What is being asked => From the entries below, return exactly the lines beginning at the one that contains "export const MAX_PASSWORD_BYTES = 72;" and ending at the one that contains "account, so the", both of them included, and only those lines.

Information supplied =>
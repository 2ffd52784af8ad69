// Password rules and hashing (bcrypt through bcryptjs, pure JavaScript, so no native build step).
import bcrypt from 'bcryptjs';
import { z } from 'zod';

export const MIN_PASSWORD_LENGTH = 10;
// bcrypt ignores everything after the first 72 bytes; refusing longer passwords keeps that from being a
// silent surprise.
export const MAX_PASSWORD_BYTES = 72;

export const passwordSchema = z
  .string({ error: 'Password is required.' })
  .min(MIN_PASSWORD_LENGTH, `Password must be at least ${MIN_PASSWORD_LENGTH} characters.`)
  .refine((p) => Buffer.byteLength(p, 'utf8') <= MAX_PASSWORD_BYTES, {
    message: `Password must be at most ${MAX_PASSWORD_BYTES} bytes (bcrypt reads no further).`,
  });

function rounds(): number {
  // Cost 11 is common practice for interactive sign-in; tests may lower it through BCRYPT_ROUNDS.
  const fromEnv = Number(process.env.BCRYPT_ROUNDS);
  return Number.isInteger(fromEnv) && fromEnv >= 4 && fromEnv <= 15 ? fromEnv : 11;
}

export async function hashPassword(password: string): Promise<string> {
  passwordSchema.parse(password);
  return bcrypt.hash(password, rounds());
}

// A real bcrypt hash of a random string, compared against when the e-mail names no account, so the
// answer takes as long as for a real account and timing does not tell which addresses exist.
const DUMMY_HASH = '$2b$11$61Ez2yaYVPkpcdn8j4fNo.vkl8Uma8kZxRTUj8N92P506Z3hhUgBO';

export async function verifyPassword(password: string, hash: string | null): Promise<boolean> {
  if (!hash) {
    await bcrypt.compare(password, DUMMY_HASH);
    return false;
  }
  return bcrypt.compare(password, hash);
}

Written reply =>
export const MAX_PASSWORD_BYTES = 72;

export const passwordSchema = z
  .string({ error: 'Password is required.' })
  .min(MIN_PASSWORD_LENGTH, `Password must be at least ${MIN_PASSWORD_LENGTH} characters.`)
  .refine((p) => Buffer.byteLength(p, 'utf8') <= MAX_PASSWORD_BYTES, {
    message: `Password must be at most ${MAX_PASSWORD_BYTES} bytes (bcrypt reads no further).`,
  });

function rounds(): number {
  // Cost 11 is common practice for interactive sign-in; tests may lower it through BCRYPT_ROUNDS.
  const fromEnv = Number(process.env.BCRYPT_ROUNDS);
  return Number.isInteger(fromEnv) && fromEnv >= 4 && fromEnv <= 15 ? fromEnv : 11;
}

export async function hashPassword(password: string): Promise<string> {
  passwordSchema.parse(password);
  return bcrypt.hash(password, rounds());
}

// A real bcrypt hash of a random string, compared against when the e-mail names no account, so the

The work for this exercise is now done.